Enquanto isso, as montadoras japonesas contam com uma base de clientes imensa nos Estados Unidos. De acordo com a Bloomberg, 23% das vendas globais da Toyota foram destinadas ao mercado norte-americano. No caso da Nissan, o número sobe para 28%, e chega a impressionantes 83% no caso da Subaru.
Esse peso tem crescido ao longo dos anos, principalmente pelo sucesso dos modelos híbridos, especialidade das marcas japonesas — que vêm conquistando cada vez mais espaço nos EUA.
As notícias são extremamente negativas para marcas como a Toyota, mas o cenário ainda é gerenciável para a montadora. Graças às contas bem estruturadas da empresa, a Toyota deve conseguir absorver o impacto dos impostos sem repassá-los aos consumidores.
Segundo dados da Goldman Sachs, repercutidos pela Reuters, a empresa deve perder cerca de 6% dos lucros, enquanto a Honda pode enfrentar uma queda de até 8%.

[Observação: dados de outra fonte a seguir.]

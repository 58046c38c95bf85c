package method

import (
	"lotlens/stats/internal/rref"
	"math"
	"os"
	"path/filepath"
	"slices"
	"strconv"
	"strings"
	"testing"
)

// Reference values for the methods: testdata/rref/methods.tsv, written by
// testdata/rref/methods.R with R 4.2.2 (r-cran-nortest 1.0-4,
// r-cran-robustbase 0.95-0) from the invented sets in testdata/sets.

func methodsRef(t *testing.T) map[string]map[string]float64 {
	t.Helper()
	ref := rref.Load(t, "methods.tsv", 0)
	if len(ref) < 24 {
		t.Fatalf("methods.tsv holds %d sets, want 24", len(ref))
	}
	return ref
}

// methodsSet reads one invented set, sorted, with its mean and SD
// (compensated two-pass).
func methodsSet(t *testing.T, name string) (sorted []float64, mean, sd float64) {
	t.Helper()
	b, err := os.ReadFile(filepath.Join("..", "..", "testdata", "sets", name))
	if err != nil {
		t.Fatal(err)
	}
	for _, l := range strings.Fields(string(b)) {
		v, err := strconv.ParseFloat(l, 64)
		if err != nil {
			t.Fatalf("%s: %v", name, err)
		}
		sorted = append(sorted, v)
	}
	slices.Sort(sorted)
	n := float64(len(sorted))
	var s float64
	for _, x := range sorted {
		s += x
	}
	mean = s / n
	var c, ss float64
	for _, x := range sorted {
		c += x - mean
		ss += (x - mean) * (x - mean)
	}
	mean += c / n
	sd = math.Sqrt((ss - c*c/n) / (n - 1))
	return
}

// mClose reports whether got is within rel (relative) or abs of want.
func mClose(got, want, rel, abs float64) bool {
	d := math.Abs(got - want)
	return d <= abs || d <= rel*math.Abs(want)
}
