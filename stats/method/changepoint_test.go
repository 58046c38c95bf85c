package method

import (
	"math"
	"testing"
)

// Pettitt's test against the statistic written out in R 4.2.2
// (testdata/rref/control.R), and the approximate p-value against a
// permutation p-value (2000 permutations, seed 7) computed there: the
// approximation must agree within 0.05 where p < 0.5, where Pettitt (1979)
// says it is good.
func TestPettittAgainstR(t *testing.T) {
	ref := ctlRef(t)
	for set, d := range ctlDecimals {
		m := ref[set]
		x := ctlSeries(t, m, "x")
		cp, err := PettittChange(x)
		if err != nil {
			t.Fatal(err)
		}
		if float64(cp.Index) != m["pettitt.t"] || cp.Statistic != m["pettitt.k"] {
			t.Errorf("%s: index %d K %g, R %g %g", set, cp.Index, cp.Statistic, m["pettitt.t"], m["pettitt.k"])
		}
		ctlClose(t, set+" p", cp.P, m["pettitt.p"], 1e-12)
		ctlClose(t, set+" before", cp.MeanBefore, m["pettitt.before"], 1e-13)
		ctlClose(t, set+" after", cp.MeanAfter, m["pettitt.after"], 1e-13)
		if cp.P < 0.5 && math.Abs(cp.P-m["pettitt.pperm"]) > 0.05 {
			t.Errorf("%s: p %g, permutation %g", set, cp.P, m["pettitt.pperm"])
		}
		cm, _ := PettittChange(ctlMantissas(x, d))
		if cm.Index != cp.Index || cm.Statistic != cp.Statistic {
			t.Errorf("%s: int64 path %+v", set, cm)
		}
	}
}

func TestPettittEdges(t *testing.T) {
	if _, err := PettittChange([]float64{1}); err == nil {
		t.Error("n=1: no error")
	}
	c, err := PettittChange([]float64{3, 3, 3})
	if err != nil || c.Statistic != 0 || c.P != 1 || c.Index != 1 {
		t.Errorf("constant: %+v %v", c, err)
	}
	two, err := PettittChange([]int64{1, 5})
	if err != nil || two.Index != 1 || two.MeanBefore != 1 || two.MeanAfter != 5 {
		t.Errorf("two: %+v %v", two, err)
	}
}
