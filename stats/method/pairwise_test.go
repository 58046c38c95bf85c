package method

import (
	"fmt"
	"math"
	"math/rand/v2"
	"testing"
)

// Check values: R 4.2.2 TukeyHSD, pairwise.wilcox.test and p.adjust, and
// Games-Howell and Dunn written out by their formulas with R's ptukey,
// qtukey and pnorm (testdata/rref/groups.R).
func TestGrpPairwiseAgainstR(t *testing.T) {
	sets, ref := grpLoadSets(t), grpLoadRef(t)
	for _, name := range grpSetNames(sets) {
		s, r := sets[name], ref[name]
		k := len(s.f)
		tk, err := TukeyKramer(s.f, 0.95)
		if err != nil {
			t.Fatalf("%s: %v", name, err)
		}
		gh, err := GamesHowell(s.f, 0.95)
		if err != nil {
			t.Fatalf("%s: %v", name, err)
		}
		pf, err := PairwiseMannWhitney(s.f)
		if err != nil {
			t.Fatalf("%s: %v", name, err)
		}
		pm, err := PairwiseMannWhitney(s.m)
		if err != nil {
			t.Fatalf("%s: %v", name, err)
		}
		df, err := Dunn(s.f)
		if err != nil {
			t.Fatalf("%s: %v", name, err)
		}
		dm, err := Dunn(s.m)
		if err != nil {
			t.Fatalf("%s: %v", name, err)
		}
		if len(tk) != k*(k-1)/2 || len(gh) != len(tk) || len(pf) != len(tk) || len(df) != len(tk) {
			t.Fatalf("%s: %d pairs", name, len(tk))
		}
		for c := range tk {
			i, j := tk[c].I, tk[c].J
			key := fmt.Sprintf("%d-%d", i, j)
			if gh[c].I != i || gh[c].J != j || pf[c].I != i || df[c].J != j {
				t.Fatalf("%s: pair order", name)
			}
			// R's qtukey stops at a step below 1e-4: limits agree to about 1e-4 * SE
			grpNear(t, name+" tukey diff "+key, tk[c].Diff, grpRef(t, r, "tukey."+key+".diff"), 1e-12)
			grpNear(t, name+" tukey lo "+key, tk[c].Lo, grpRef(t, r, "tukey."+key+".lo"), 1e-4*tk[c].SE)
			grpNear(t, name+" tukey hi "+key, tk[c].Hi, grpRef(t, r, "tukey."+key+".hi"), 1e-4*tk[c].SE)
			grpNear(t, name+" tukey p "+key, tk[c].P, grpRef(t, r, "tukey."+key+".p"), 1e-9)
			grpNear(t, name+" gh diff "+key, gh[c].Diff, grpRef(t, r, "gh."+key+".diff"), 1e-12)
			grpNear(t, name+" gh df "+key, gh[c].DF, grpRef(t, r, "gh."+key+".df"), 1e-10)
			grpNear(t, name+" gh p "+key, gh[c].P, grpRef(t, r, "gh."+key+".p"), 1e-9)
			grpNear(t, name+" gh lo "+key, gh[c].Lo, grpRef(t, r, "gh."+key+".lo"), 1e-4*gh[c].SE)
			grpNear(t, name+" gh hi "+key, gh[c].Hi, grpRef(t, r, "gh."+key+".hi"), 1e-4*gh[c].SE)
			for _, p := range []RankPair{pf[c], pm[c]} {
				grpNear(t, name+" pmw p "+key, p.P, grpRef(t, r, "pmw."+key+".p"), 1e-9)
				grpNear(t, name+" pmw padj "+key, p.PAdj, grpRef(t, r, "pmw."+key+".padj"), 1e-9)
			}
			for _, p := range []RankPair{df[c], dm[c]} {
				grpNear(t, name+" dunn z "+key, p.Stat, grpRef(t, r, "dunn."+key+".z"), 1e-10)
				grpNear(t, name+" dunn p "+key, p.P, grpRef(t, r, "dunn."+key+".p"), 1e-9)
				grpNear(t, name+" dunn padj "+key, p.PAdj, grpRef(t, r, "dunn."+key+".padj"), 1e-9)
			}
		}
	}
}

func TestGrpHolmAgainstR(t *testing.T) {
	r := grpLoadRef(t)["holm"]
	var in []float64
	for i := 1; ; i++ {
		v, ok := r[fmt.Sprintf("in%d", i)]
		if !ok {
			break
		}
		in = append(in, v)
	}
	got, err := Holm(in)
	if err != nil || len(in) < 5 {
		t.Fatal(err, len(in))
	}
	for i := range in {
		grpNear(t, fmt.Sprintf("holm %d", i), got[i], grpRef(t, r, fmt.Sprintf("out%d", i+1)), 1e-15)
	}
	if _, err := Holm([]float64{0.1, math.NaN()}); err == nil {
		t.Error("Holm(NaN): no error")
	}
}

// The letter display by its definition: two groups share a letter
// exactly when they do not differ; every group has a letter; letters are
// numbered from 0 without gaps; the first group in order holds letter 0.
func grpCheckLetters(t *testing.T, k int, differ func(i, j int) bool, order []int, letters [][]int) {
	t.Helper()
	used := map[int]bool{}
	for g := 0; g < k; g++ {
		if len(letters[g]) == 0 {
			t.Fatalf("group %d has no letter: %v", g, letters)
		}
		for _, l := range letters[g] {
			used[l] = true
		}
	}
	for l := 0; l < len(used); l++ {
		if !used[l] {
			t.Fatalf("letter %d unused: %v", l, letters)
		}
	}
	for i := 0; i < k; i++ {
		for j := i + 1; j < k; j++ {
			share := false
			for _, a := range letters[i] {
				for _, b := range letters[j] {
					share = share || a == b
				}
			}
			if share == differ(i, j) {
				t.Fatalf("groups %d,%d: share %v, differ %v: %v", i, j, share, differ(i, j), letters)
			}
		}
	}
	if order != nil && letters[order[0]][0] != 0 {
		t.Fatalf("first group in order lacks letter 0: %v", letters)
	}
}

func TestGrpCompactLetters(t *testing.T) {
	// Means on a line, groups differ when more than 1 apart: the classic
	// overlapping pattern (a, ab, b, bc, c ...).
	means := []float64{0, 0.6, 1.2, 1.8, 2.4, 5}
	differ := func(i, j int) bool { return math.Abs(means[i]-means[j]) > 1 }
	l, err := CompactLetters(len(means), differ, nil)
	if err != nil {
		t.Fatal(err)
	}
	grpCheckLetters(t, len(means), differ, nil, l)
	// a b c d... for the chain above: 0:{0} 1:{0,1} 2:{1,2} 3:{2,3} 4:{3} 5:{4} (by hand)
	want := [][]int{{0}, {0, 1}, {1, 2}, {2, 3}, {3}, {4}}
	if fmt.Sprint(l) != fmt.Sprint(want) {
		t.Errorf("letters %v, want %v", l, want)
	}
	// random patterns, up to 50 groups, from random means (interval-like)
	// and fully random relations
	rng := rand.New(rand.NewPCG(5, 6))
	for trial := 0; trial < 200; trial++ {
		k := 1 + rng.IntN(12)
		if trial%20 == 0 {
			k = MaxGroups
		}
		mu := make([]float64, k)
		for i := range mu {
			mu[i] = rng.Float64() * 10
		}
		rel := make([][]bool, k)
		for i := range rel {
			rel[i] = make([]bool, k)
			for j := range rel[i] {
				rel[i][j] = rng.IntN(3) == 0
			}
		}
		var d func(i, j int) bool
		if trial%2 == 0 || k > 14 {
			d = func(i, j int) bool { return math.Abs(mu[i]-mu[j]) > 2 }
		} else {
			d = func(i, j int) bool { return rel[i][j] }
		}
		order := rng.Perm(k)
		l, err := CompactLetters(k, d, order)
		if err != nil {
			t.Fatalf("k=%d: %v", k, err)
		}
		grpCheckLetters(t, k, d, order, l)
	}
	if _, err := CompactLetters(3, differ, []int{0, 0, 1}); err == nil {
		t.Error("bad order accepted")
	}
}

// Tukey-Kramer and Games-Howell intervals are simultaneous: the interval
// excludes 0 exactly when the p-value is below 1 - level (by
// construction of both from the same studentized range).
func TestGrpPairIntervalsAgreeWithP(t *testing.T) {
	sets := grpLoadSets(t)
	for _, name := range grpSetNames(sets) {
		for _, f := range []func([][]float64, float64) ([]MeanPair, error){TukeyKramer, GamesHowell} {
			ps, err := f(sets[name].f, 0.95)
			if err != nil {
				t.Fatal(err)
			}
			for _, p := range ps {
				if (p.Lo > 0 || p.Hi < 0) != (p.P < 0.05) && math.Abs(p.P-0.05) > 1e-6 {
					t.Errorf("%s %d-%d: [%g, %g] with p %g", name, p.I, p.J, p.Lo, p.Hi, p.P)
				}
			}
		}
	}
}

Mas o fornecimento de peças produzidas no México tem se tornado um verdadeiro desafio para as montadoras japonesas de menor porte ou com situação financeira mais delicada. Entre as mais afetadas estão a Mazda e a Nissan, com uma previsão de queda nos lucros de 59% e 56%, respectivamente.
A situação da Nissan é, sem dúvida, a mais crítica. A empresa enfrenta um cenário preocupante, com forte queda nas receitas, o que já resultou na demissão de 9.000 funcionários.
O governo japonês chegou a pressionar, sem sucesso, para que a Honda comprasse a companhia. Agora, quem surge como possível salvadora é a Foxconn, que tem se posicionado como a alternativa mais provável para assumir a montadora.
Focadas na produção de veículos híbridos e com presença quase simbólica no segmento de elétricos, as montadoras japonesas enfrentam uma urgência crescente: chegar a um acordo com os Estados Unidos para garantir sua permanência no mercado.
Na Europa, elas precisam ampliar significativamente a venda de carros elétricos se quiserem cumprir as metas ambientais previstas para 2027 — ou, na pior das hipóteses, firmar parcerias com outros fabricantes.
Enquanto isso, na China, a situação também se complica: o mercado chinês está cada vez mais voltado para os veículos 100% elétricos, o que coloca os japoneses em desvantagem competitiva nesse novo cenário.